Abbi: At the time, we had the web series done, and a short film, and we just thought it was time. If we’d thought we needed a third season, we would have waited to ask her, but it was fortunately the right time.
BE WILLING TO BURN MATERIAL
Abbi: We couldn’t pitch the show without having created one, at least one 20 to 25 minute version of Broad City. We wouldn’t know how to describe it.
Ilana: We already had a pilot script written, but when we went into the pitch process–when we sold it at FX–we ended up writing a brand new script. I’m really happy we did wrote that first one, though, because we needed to get it out of our system.
Abbi: I don’t think the characters were as well-rounded as they are now. in the first episode. Even the side characters. Now that we have more of the world defined, we know how to show a slice of the character that gives you a peek into their whole lives. But at the time, not having the 20-minute version of the world established, we were only showing obvious things about these characters, it wasn’t slick at all.
KNOW WHAT WORKS ONLINE AND WHAT WORKS ON TV
Ilana: There are way more characters and plotlines now, where there used to just be a little vignette of a story. Now there’s so much more detail.
Abbi: Deciding on the level of absurdity to take it is a challenge. We had a fantastical dream sequence in a webisode that ended with waking up in a rush, and then it turns out to be another dream, and it’s wake-up after wake-up after wake up, sort of playing on that cliché. We couldn’t do that for 21 minutes—we couldn’t even do that for a whole act.

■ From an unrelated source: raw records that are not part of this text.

def simulate_session(style, *, n_trials: int = 6, trial_ms: float = 8000.0,
                     seed=0, pursuit_fraction: float = 0.0,
                     pursuit_speed_deg_s=(2.0, 30.0),
                     pursuit_ms=(300.0, 1500.0)) -> Session:
    """Simulate a recording session: trials watching the storyteller videos.

    Timeline (times snapped half a sample interval off the sample grid, so
    no sample falls exactly on a trial boundary or a video-frame boundary):
    a 0.5 s lead-in, a 1 s calibration-check target, then per trial a 0.3 s
    central fixation point, the video (``story1`` and ``story2`` alternate),
    and another check target; a 0.5 s tail.  During videos, fixation targets
    are drawn inside the AOIs of the current frame mapped to the screen
    (eyes 30 %, mouth 20 %, body 15 %, book 20 %, elsewhere on the video
    10 %, off the video 5 %) and follow the AOI's motion up to 2 deg/s.
    During a check the gaze lands on the target within a saccadic latency
    and holds it until the check ends; the measured gaze then shows the
    drift of the style.

    Parameters
    ----------
    style : str or SessionStyle
        A key of :data:`STYLES` or a custom style.
    n_trials : int
        Number of video trials (scales the session: see
        :func:`trials_for_samples`).
    trial_ms : float
        Video length; the trial lasts the whole number of sample intervals
        that fit in it.
    seed : int
        Everything is reproducible from it.
    pursuit_fraction, pursuit_speed_deg_s, pursuit_ms
        Smooth pursuit, as in :func:`simulate_gaze` (default: none).  Pursuit
        samples are labelled ``"pursuit"`` in ``truth_samples`` and count in
        neither ``truth_fixations`` nor :func:`true_aoi_percent`.

    Returns
    -------
    Session
        ``study`` (nested dict for :func:`aoi_fix.config.study_from_dict`),
        ``raw`` (the sample file's table in the style's columns and units),
        ``trials`` (``trial, stimulus, start, end`` in the raw time unit, plus
        ``media_x_px, media_y_px, media_width_px, media_height_px`` for
        explicit placement), ``aois`` (``stimulus, frame, aoi, wkt``),
        ``checks`` (``onset, offset, x_px, y_px`` in the raw time unit),
        ``samples`` (tidy measured gaze in ms and px), ``truth_samples``
        (``t_ms, label, movement, event, true_x_px, true_y_px, trial``;
        trial -1 outside trials), ``truth_fixations`` (from
        :func:`true_fixations`, with the ``trial`` holding the onset),
        ``truth_drift_deg`` (``trial, t_ms, dx_deg, dy_deg`` at trial
        mid-time), ``trials_ms`` (trial windows in ms with the media
        rectangle).
    """
    st = _style(style)
    if n_trials < 1:
        raise ValueError(f"n_trials must be >= 1, found {n_trials}")
    rng = np.random.default_rng(seed)
    disp = st.display
    W, H = float(disp.width_px), float(disp.height_px)
    dt = 1000.0 / st.rate_hz
    t0 = float(1_700_000 + int(rng.integers(0, 100_000)))  # a tracker clock in ms

    def snap(x):  # half a sample off the grid
        return t0 + (math.floor((x - t0) / dt) + 0.5) * dt

    trial_len = math.floor(trial_ms / dt) * dt
    check_len = math.floor(_CHECK_MS / dt) * dt
    starts, check_on = [], []
    t = snap(t0 + _LEAD_MS)
    for i in range(n_trials + 1):
        check_on.append(t)
        t = snap(t + check_len + _GAP_MS)
        if i < n_trials:
            starts.append(t)
            t = t + trial_len
    starts, check_on = np.array(starts), np.array(check_on)
    ends = starts + trial_len
    check_off = check_on + check_len
    duration_ms = check_off[-1] + _TAIL_MS - t0
    mx0, my0, mw, mh = _media_rect(st)
    vw, vh, fps = _VIDEO["width_px"], _VIDEO["height_px"], _VIDEO["fps"]
    n_frames = int(round(trial_ms * fps / 1000.0))
    sx, sy = mw / vw, mh / vh
    stim_of_trial = [_STIMULI[i % len(_STIMULI)] for i in range(n_trials)]

    scenes = {name: storyteller_scene(stimulus=name, fps=fps, width_px=vw, height_px=vh,
                                      duration_ms=trial_ms, seed=k + int(seed) * 7919)
              for k, name in enumerate(_STIMULI)}
    index = {name: _SceneIndex(scenes[name], n_frames, rng) for name in _STIMULI}
    aoi_names = index[_STIMULI[0]].names

    # check targets: centre and four points at +-25 % of the display
    check_pts = np.array([(0.5, 0.5), (0.25, 0.25), (0.75, 0.25), (0.75, 0.75), (0.25, 0.75)])
    cx = W * check_pts[np.arange(n_trials + 1) % 5, 0]
    cy = H * check_pts[np.arange(n_trials + 1) % 5, 1]
    video_fills = mx0 <= 0 and my0 <= 0 and mx0 + mw >= W and my0 + mh >= H
    p = _TARGET_P.copy()
    if video_fills:
        p[4] += p[5]
        p[5] = 0.0
    p = p / p.sum()
    p_cum = np.cumsum(p).tolist()
    check_on_l, starts_l = check_on.tolist(), starts.tolist()
    aoi_order = ["eyes", "mouth", "body", "book"]
    aoi_col = [aoi_names.index(a) for a in aoi_order]

    def targets(tt, g):
        c = bisect_right(check_on_l, tt) - 1
        if c >= 0 and tt < check_off[c]:
            return Target(cx[c], cy[c], 0.0, 0.0, check_off[c])
        i = bisect_right(starts_l, tt) - 1
        if i < 0 or tt >= ends[i]:  # lead-in, gap or tail: central fixation point
            return Target(W / 2 + g.normal(0, 5), H / 2 + g.normal(0, 5))
        f = min(int((tt - starts[i]) * fps / 1000.0), n_frames - 1)
        ix = index[stim_of_trial[i]]
        choice = min(bisect_right(p_cum, g.random()), 5)
        if choice < 4:
            avail = [k for k in range(4) if ix.present[f, aoi_col[k]]]
            if choice not in avail:
                choice = avail[int(g.integers(len(avail)))] if avail else 4
        if choice < 4:
            j = aoi_col[choice]
            k = int(g.integers(ix.pool_x.shape[2]))
            u, v = ix.pool_x[f, j, k], ix.pool_y[f, j, k]
            return Target(mx0 + u * sx, my0 + v * sy,
                          ix.vx[f, j] * sx * fps / 1000.0, ix.vy[f, j] * sy * fps / 1000.0)
        if choice == 4:
            return Target(mx0 + g.uniform(0.03, 0.97) * mw, my0 + g.uniform(0.03, 0.97) * mh)
        for _ in range(20):
            x, y = g.uniform(0.02 * W, 0.98 * W), g.uniform(0.02 * H, 0.98 * H)
            if not (mx0 <= x < mx0 + mw and my0 <= y < my0 + mh):
                return Target(x, y)
        return Target(mx0 + g.uniform(0.03, 0.97) * mw, my0 + g.uniform(0.03, 0.97) * mh)

    cuts = np.sort(np.r_[check_on, starts])
    samples, truth = simulate_gaze(
        display=disp, duration_ms=duration_ms, rate_hz=st.rate_hz, targets_px=targets,
        noise_deg=st.noise_deg, seed=rng, fixation_ms_mean=st.fixation_ms_mean,
        amplitude_deg=(1.0, 20.0), blink_rate_hz=st.blink_rate_hz,
        dropout_rate_hz=st.dropout_rate_hz, lookaway_rate_hz=st.lookaway_rate_hz,
        drift_deg=st.drift_deg, t0_ms=t0, cut_times_ms=cuts,
        binocular=bool(st.eye_cols), eye_offset_deg=st.eye_offset_deg,
        pursuit_fraction=pursuit_fraction, pursuit_speed_deg_s=pursuit_speed_deg_s,
        pursuit_ms=pursuit_ms)
    tt = truth["t_ms"].to_numpy()
    ti = np.searchsorted(starts, tt, side="right") - 1
    in_trial = (ti >= 0) & (tt < ends[np.clip(ti, 0, None)])
    trial_no = np.where(in_trial, ti + 1, -1).astype(np.int64)
    truth_samples = truth.assign(trial=trial_no)

    fx = true_fixations(truth, rate_hz=st.rate_hz)
    fi = np.searchsorted(starts, fx["onset_ms"].to_numpy(), side="right") - 1
    fin = (fi >= 0) & (fx["onset_ms"].to_numpy() < ends[np.clip(fi, 0, None)])
    fx["trial"] = np.where(fin, fi + 1, -1).astype(np.int64)

    # raw table in the style's units
    unit = _UNIT_PER_MS[st.time_unit]

    def raw_time(x):
        x = np.asarray(x, dtype=float) * unit
        return np.round(x).astype(np.int64) if st.time_unit == "us" else x

    def coord(x, axis):
        return x / (W if axis == 0 else H) if st.coords == "norm" else x

    raw = {st.time_col: raw_time(samples["t_ms"].to_numpy())}
    if st.eye_cols:
        xl, yl, vl, xr, yr, vr = st.eye_cols
        raw[xl], raw[yl] = samples["x_left_px"].to_numpy(), samples["y_left_px"].to_numpy()
        raw[vl] = samples["valid_left"].to_numpy().astype(np.int8)
        raw[xr], raw[yr] = samples["x_right_px"].to_numpy(), samples["y_right_px"].to_numpy()
        raw[vr] = samples["valid_right"].to_numpy().astype(np.int8)
    else:
        valid = samples["valid"].to_numpy()
        raw[st.x_col] = coord(samples["x_px"].to_numpy(), 0)
        raw[st.y_col] = coord(samples["y_px"].to_numpy(), 1)
        if st.valid_kind == "flag":
            raw[st.valid_col] = valid.astype(np.int8)
        elif st.valid_kind == "bool":
            raw[st.valid_col] = valid
        elif st.valid_kind == "code":
            raw[st.valid_col] = np.where(valid, np.where(rng.random(valid.size) < 0.15, 2, 1),
                                         0).astype(np.int8)
    raw = pd.DataFrame(raw)
    # round floats as the file will hold them, so ``raw`` equals the parsed file
    decimals = int(st.float_format.strip("%f").lstrip("."))
    for col in raw.columns:
        if raw[col].dtype.kind == "f":
            raw[col] = raw[col].round(decimals)

    trials = pd.DataFrame({"trial": np.arange(1, n_trials + 1, dtype=np.int64),
                           "stimulus": stim_of_trial,
                           "start": raw_time(starts), "end": raw_time(ends)})
    trials_ms = pd.DataFrame({"trial": trials["trial"], "stimulus": stim_of_trial,
                              "start_ms": starts, "end_ms": ends,
                              "media_x_px": mx0, "media_y_px": my0,
                              "media_width_px": mw, "media_height_px": mh})
    if st.placement == "explicit":
        for c in ("media_x_px", "media_y_px", "media_width_px", "media_height_px"):
            trials[c] = trials_ms[c].round().astype(np.int64)
    checks = pd.DataFrame({"onset": raw_time(check_on), "offset": raw_time(check_off),
                           "x_px": cx, "y_px": cy})
    tdec = 6 if st.time_unit == "s" else 3  # as written by write_session
    for tbl, cols in ((trials, ("start", "end")), (checks, ("onset", "offset"))):
        for c in cols:
            if tbl[c].dtype.kind == "f":
                tbl[c] = tbl[c].round(tdec)
    mid = (starts + ends) / 2.0
    last_t = t0 + (len(tt) - 1) * dt
    fr = (mid - t0) / (last_t - t0)
    drift = pd.DataFrame({"trial": trials["trial"], "t_ms": mid,
                          "dx_deg": fr * st.drift_deg[0], "dy_deg": fr * st.drift_deg[1]})

    samples_spec: dict = {"time": st.time_col, "time_unit": st.time_unit}
    if st.eye_cols:
        for key, col in zip(("x_left", "y_left", "valid_left", "x_right", "y_right",
                             "valid_right"), st.eye_cols):
            samples_spec[key] = col
    else:
        samples_spec.update(x=st.x_col, y=st.y_col)
        if st.valid_col:
            samples_spec["valid"] = st.valid_col
    samples_spec.update(coords=st.coords, delimiter=st.delimiter, decimal=st.decimal,
                        rate_hz=float(st.rate_hz))
    study = {"display": dataclasses.asdict(disp), "samples": samples_spec,
             "stimuli": {name: dict(_VIDEO) for name in _STIMULI}}
    aois = pd.concat([scenes[n] for n in _STIMULI], ignore_index=True)
    return Session(style=st, rate_hz=float(st.rate_hz), study=study, raw=raw, trials=trials,
                   aois=aois, checks=checks, samples=samples, truth_samples=truth_samples,
                   truth_fixations=fx, truth_drift_deg=drift, trials_ms=trials_ms)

Ilana: In the dream scene, we shot it with one camera. If we hadn’t shot the right amount of footage, it wouldn’t be a big deal. On the web, you make do, and the twists and turns aren’t as grand. Now, every scene is connected to the next scene and the next scene. It feels like it’s a big puzzle. If there’s one piece of footage that isn’t the way we thought it would be, it matters so much more.
POLICE YOUR BRAND
Ilana: We had a room full of writers, and these people are our closest friends. They write for places like SNL, Funny or Die, and The Michael J. Fox Show. It’s really exciting to have a larger reservoir of experience to draw from for the show. It’s an intricate balance of policing your own brand, saying yes to some things, saying no to other things, making decisions quickly so that people don’t go down a path of building on an idea and then ten minutes later hand you a fully formed bit if it’s not right. You have to consider people’s feelings but then you also have to not do that at some point, when it comes to the voice of the show. It was an interesting social exercise and I learned as much as I learned in college
Abbi: Yeah, in about the same amount of time too.